Copy out all lines in the data below containing the string "Designed".

Segment Start: Records provided

//! `design` and `emit`: a spec → taps that meet it in the chosen format (a Kaiser window, or
//! equiripple) → the measured figures and the headroom proof; `emit` also writes the taps as a
//! Rust source file.

use std::prelude::rust_2024::*;
use std::{format, vec};
use crate::tool::output::atomic;
use crate::tool::failure::Failure;
use crate::tool::output::report::{self, Report};
use crate::tool::input::spec::{BandKind, Chosen, MAX_EQUIRIPPLE_TAPS, Method};
use crate::tool::input::taps::{Codes, Format};
use serde_json::{Value, json};
use std::fmt::Write;
use std::path::Path;
use crate::design::{EquirippleBand, Measured, Spec, equiripple};
use crate::headroom::{ErrorBound, Headroom};
use crate::{Error, Rounding};

/// The longest design the tool makes (the library's designs are fixed-capacity).
pub const MAX_TAPS: usize = 2048;

/// How the float taps were found.
pub enum How {
    /// Kaiser window: the length Kaiser's formula estimated, and the window's β.
    Window { estimated_len: usize, beta: f64 },
    /// Parks–McClellan: the length Kaiser's equiripple formula estimated (None when the length
    /// was given), the weighted ripple δ the exchange converged to, and its iterations.
    Equiripple {
        estimated_len: Option<usize>,
        weighted_ripple: f64,
        iterations: u32,
    },
}

/// A finished design.
pub struct Designed {
    pub chosen: Chosen,
    /// The float design the taps come from.
    pub ideal: Vec<f64>,
    pub float_measured: Measured<f64>,
    pub how: How,
    /// Extra stopband attenuation the float design was asked for so that the quantized taps
    /// meet the spec.
    pub margin_db: f64,
    /// The taps in the chosen format.
    pub taps: Taps,
    pub measured: Measured<f64>,
    /// Fixed point only: the headroom and the error bound against the float taps.
    pub proof: Option<(Headroom, ErrorBound)>,
}

#[derive(Clone)]
pub enum Taps {
    Fixed(Codes),
    Float(Vec<f32>),
}

fn library(e: Error) -> Failure {
    match e {
        Error::OutputLength { expected, .. } => Failure::plain(format!(
            "design: the spec needs {expected} taps, more than the tool's {MAX_TAPS}: expected a wider transition band or less attenuation"
        )),
        Error::SpecNotMet { taps, .. } => Failure::plain(format!(
            "design: no Kaiser design of up to {taps} taps meets the spec in this format: expected a coarser spec or a wider format"
        )),
        other => Failure::plain(format!("design: {other}")),
    }
}

pub fn design(chosen: Chosen) -> Result<Designed, Failure> {
    match chosen.method {
        Method::Window => window_design(chosen),
        Method::Equiripple => equiripple_design(chosen),
    }
}

fn window_design(chosen: Chosen) -> Result<Designed, Failure> {
    let spec = chosen.spec;
    match chosen.format {
        Format::F32 => {
            let float = spec.kaiser::<MAX_TAPS>().map_err(library)?;
            let taps: Vec<f32> = float.taps.iter().map(|&h| h as f32).collect();
            let measured = spec.measure(&taps).map_err(library)?;
            Ok(Designed {
                ideal: float.taps.to_vec(),
                float_measured: float.measured,
                how: How::Window {
                    estimated_len: float.estimated_len,
                    beta: float.beta,
                },
                margin_db: 0.0,
                taps: Taps::Float(taps),
                measured,
                proof: None,
                chosen,
            })
        }
        Format::Q15 | Format::Q31 => {
            let (float, codes, measured, margin_db) = if chosen.format == Format::Q15 {
                let d = spec.kaiser_fixed::<i16, MAX_TAPS>().map_err(library)?;
                (
                    d.float,
                    Codes::Q15(d.taps.to_vec()),
                    d.measured,
                    d.margin_db,
                )
            } else {
                let d = spec.kaiser_fixed::<i32, MAX_TAPS>().map_err(library)?;
                (
                    d.float,
                    Codes::Q31(d.taps.to_vec()),
                    d.measured,
                    d.margin_db,
                )
            };
            let how = How::Window {
                estimated_len: float.estimated_len,
                beta: float.beta,
            };
            fixed(
                chosen,
                float.taps.to_vec(),
                float.measured,
                how,
                margin_db,
                codes,
                measured,
            )
        }
    }
}

/// The headroom proof and error bound of fixed-point taps, and the finished design.
fn fixed(
    chosen: Chosen,
    ideal: Vec<f64>,
    float_measured: Measured<f64>,
    how: How,
    margin_db: f64,
    codes: Codes,
    measured: Measured<f64>,
) -> Result<Designed, Failure> {
    let input = chosen
        .adc
        .range(chosen.format.word_bits())
        .map_err(library)?;
    let headroom = codes.headroom(input);
    let bound = codes
        .error_bound(&ideal, input, Rounding::HalfUp)
        .map_err(library)?;
    Ok(Designed {
        ideal,
        float_measured,
        how,
        margin_db,
        taps: Taps::Fixed(codes),
        measured,
        proof: Some((headroom, bound)),
        chosen,
    })
}
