//! The host tool, run as a user runs it: good and bad inputs, exit statuses, text and JSON
//! output, and files that appear whole or not at all. Built with `--features cli`.
//!
//! Expected figures are worked out here from the definitions (products of extreme codes and
//! taps), not copied from the tool's output.

mod tool_run;

use serde_json::Value;
use std::fs;
use std::path::Path;
use std::process::Command;
use tool_run::*;

#[test]
fn check_smoother_on_a_12_bit_adc_is_safe() {
    let dir = scratch();
    write(
        dir.path(),
        "smooth.txt",
        "# 1/4 1/2 1/4\n8192\n16384\n8192\n",
    );
    let out = tool(
        &[
            "--json",
            "check",
            "smooth.txt",
            "--adc-bits",
            "12",
            "--align",
            "left",
        ],
        dir.path(),
    );
    assert_eq!(status(&out), 0, "{}", stderr(&out));
    let v = json(&out);
    let h = &v["headroom"];
    // 12-bit left-aligned codes: -32768..=32752 (step 16). Taps all positive, Σ = 32768.
    assert_eq!(h["input_min"], -32768);
    assert_eq!(h["input_max"], 32752);
    assert_eq!(h["accumulator_min"], -32768i64 * 32768);
    assert_eq!(h["accumulator_max"], 32752i64 * 32768);
    assert_eq!(h["accumulator_bits"], 31);
    assert_eq!(h["guard_bits"], 0);
    assert_eq!(h["output_can_saturate"], false);
    assert_eq!(v["safe"], true);

    let text = tool(
        &["check", "smooth.txt", "--adc-bits", "12", "--align", "left"],
        dir.path(),
    );
    assert_eq!(status(&text), 0);
    assert!(stdout(&text).contains("verdict: SAFE"), "{}", stdout(&text));
}
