flushing!(Decimator<'a, S, N, M, T, W, H>, ['a, S: MulAcc<T, W>, const N: usize, const M: usize, T: Sample + 'a, W, H: tapline::filter::TapTable<'a, T, N>]);
flushing!(Interpolator<'_, S, N, L, T, W>, [S: MulAcc<T, W>, const N: usize, const L: usize, T: Sample, W]);
flushing!(Resampler<'_, S, C, T, W>, [S: MulAcc<T, W>, const C: usize, T: Sample, W]);
flushing!(HalfBandDecimator<'_, S, N, T, W>, [S: MulAcc<T, W>, const N: usize, T: Sample, W]);

/// Two whole signals, one after the other, each streamed in blocks cut by `sizes` and then
/// flushed, against the exact upfirdn model (`factors` = (L, M, start phase)): upfirdn's length
/// (stream + tail), every output bit for bit, a too short flush buffer refused without a
/// change, nothing written past the tail, the saturations of both signals (tails included)
/// counted across the flush. The second signal checks the state a flush leaves: a new start.
fn check_whole_signals<S: Sample + Raw>(
    f: &mut impl Flushing<S>,
    h: &[i64],
    factors: (usize, usize, usize),
    frac: u32,
    run: &WholeRun<'_>,
) {
    let (signals, sizes, mode) = (run.signals, run.sizes, run.mode);
    let mut sats = 0;
    for (which, x) in signals.into_iter().enumerate() {
        let what = format!(
            "signal {which} of {} inputs, (L, M, phase) {factors:?}",
            x.len()
        );
        let (want, s) = expected::<S>(&upfirdn_finished(h, x, factors, frac, S::BITS, mode));
        sats += s;
        let mut got = in_blocks(&raws::<S>(x), sizes, |b| f.stream(b));
        let tail = f.tail_len();
        if got.len() > want.len() {
            // Fewer taps than L: the phases without taps give zeros, and the last input's past
            // upfirdn's end have no tail after them.
            assert!(h.len() < factors.0 && tail == 0, "{what}");
            let past = got.split_off(want.len());
            assert!(past.iter().all(|&v| v == S::ZERO), "{what}: {past:?}");
        }
        assert_eq!(got.len() + tail, want.len(), "{what}: stream + tail");
        if tail > 0 {
            refuses_one_short::<S>(tail, |short| f.flush(short));
            assert_eq!(
                f.tail_len(),
                tail,
                "{what}: a refused flush changed the state"
            );
        }
        let spare = S::from_raw(1);
        let mut room = vec![spare; tail + 1];
        assert_eq!(f.flush(&mut room), Ok(tail), "{what}");
        assert_eq!(room.pop(), Some(spare), "{what}: written past the tail");
        got.extend(room);
        assert_eq!(got, want, "{what}, splits {sizes:?}");
        assert_eq!(f.saturations(), sats, "{what}: saturations");
    }
}

/// Two signals, the block split and the rounding mode of one whole-signal case.
struct WholeRun<'r> {
    signals: [&'r [i64]; 2],
    sizes: &'r [usize],
    mode: Rounding,
}

/// Raw taps as a table of `N`.
fn table<T: Raw, const N: usize>(h: &[i64]) -> [T; N] {
    core::array::from_fn(|k| T::from_raw(h[k]))
}

/// Both decimator forms from start phase `phase`: `Decimator<S, N, M>` on `h[..N]` and
/// `DecimatorUpTo<S, 16, M>` on all of `h` (1 to 16 taps), refusing the start phase M.
fn whole_decimators<S, T, W, const N: usize, const M: usize>(
    h: &[i64],
    phase: usize,
    run: &WholeRun<'_>,
) where
    S: MulAcc<T, W> + FixedPoint + Raw,
    T: Sample + Raw,
    W: RuntimeChecked,
{
    let taps: [T; N] = table(h);
    let dec = Decimator::<S, N, M, T, W>::with_accumulator(&taps).unwrap();
    assert_eq!(dec.start_phase(), M - 1, "the default start phase");
    let again = Decimator::<S, N, M, T, W>::with_accumulator(&taps).unwrap();
    let refused = again.with_start_phase(M).err();
    assert_eq!(
        refused,
        Some(Error::StartPhaseTooLarge {
            phase: M,
            factor: M
        })
    );
    let mut dec = dec.with_rounding(run.mode).with_start_phase(phase).unwrap();
    assert_eq!((dec.start_phase(), dec.phase()), (phase, M - 1 - phase));
    check_whole_signals(&mut dec, &h[..N], (1, M, phase), T::FRAC, run);
    let run_time: Vec<T> = h.iter().map(|&v| T::from_raw(v)).collect();
    let up_to = tapline::filter::DecimatorUpTo::<S, 16, M, T, W>::with_taps(&run_time).unwrap();
    let mut up_to = up_to
        .with_rounding(run.mode)
        .with_start_phase(phase)
        .unwrap();
    check_whole_signals(&mut up_to, h, (1, M, phase), T::FRAC, run);
}

fn whole_interpolator<S, T, W, const N: usize, const L: usize>(h: &[i64], run: &WholeRun<'_>)
where
    S: MulAcc<T, W> + FixedPoint + Raw,
    T: Sample + Raw,
    W: RuntimeChecked,
{
    let taps: [T; N] = table(h);
    let up = Interpolator::<S, N, L, T, W>::with_accumulator(&taps).unwrap();
    let mut up = up.with_rounding(run.mode);
    check_whole_signals(&mut up, h, (L, 1, 0), T::FRAC, run);
}

fn whole_resampler<S, T, W>(h: &[i64], (l, m): (usize, usize), run: &WholeRun<'_>)
where
    S: MulAcc<T, W> + FixedPoint + Raw,
    T: Sample + Raw,
    W: RuntimeChecked,
{
    let taps: Vec<T> = h.iter().map(|&v| T::from_raw(v)).collect();
    let rs = Resampler::<S, 24, T, W>::with_accumulator(&taps, l as u16, m as u16).unwrap();
    let mut rs = rs.with_rounding(run.mode);
    check_whole_signals(&mut rs, h, (l, m, 0), T::FRAC, run);
}

/// A half-band decimator on `h` with the taps at even, non-zero distance from the centre
/// zeroed, from start phase `phase` (refusing 2), against the exact upfirdn model by 2.
fn whole_half_band<S, T, W, const N: usize>(h: &[i64], phase: usize, run: &WholeRun<'_>)
where
    S: MulAcc<T, W> + FixedPoint + Raw,
    T: Sample + Raw,
    W: RuntimeChecked,
{
    let c = N / 2;
    let h: Vec<i64> = (0..N)
        .map(|k| {
            if k != c && k.abs_diff(c) % 2 == 0 {
                0
            } else {
                h[k]
            }
        })
        .collect();
    let taps: [T; N] = table(&h);
    let hb = HalfBandDecimator::<S, N, T, W>::with_accumulator(&taps).unwrap();
    assert_eq!(hb.start_phase(), 1, "the default start phase");
    let refused = HalfBandDecimator::<S, N, T, W>::with_accumulator(&taps)
        .unwrap()
        .with_start_phase(2)
        .err();
    assert_eq!(
        refused,
        Some(Error::StartPhaseTooLarge {
            phase: 2,
            factor: 2
        })
    );
    let mut hb = hb.with_rounding(run.mode).with_start_phase(phase).unwrap();
    check_whole_signals(&mut hb, &h, (1, 2, phase), T::FRAC, run);
}

/// A second, shorter signal (to follow a flush).
fn next_signal(bits: u32) -> impl Strategy<Value = Vec<i64>> {
    prop::collection::vec(code(bits), 0..40)
}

Segment End: Records provided

Response below.
pub struct Designed {
pub fn design(chosen: Chosen) -> Result<Designed, Failure> {
fn window_design(chosen: Chosen) -> Result<Designed, Failure> {
            Ok(Designed {
) -> Result<Designed, Failure> {
    Ok(Designed {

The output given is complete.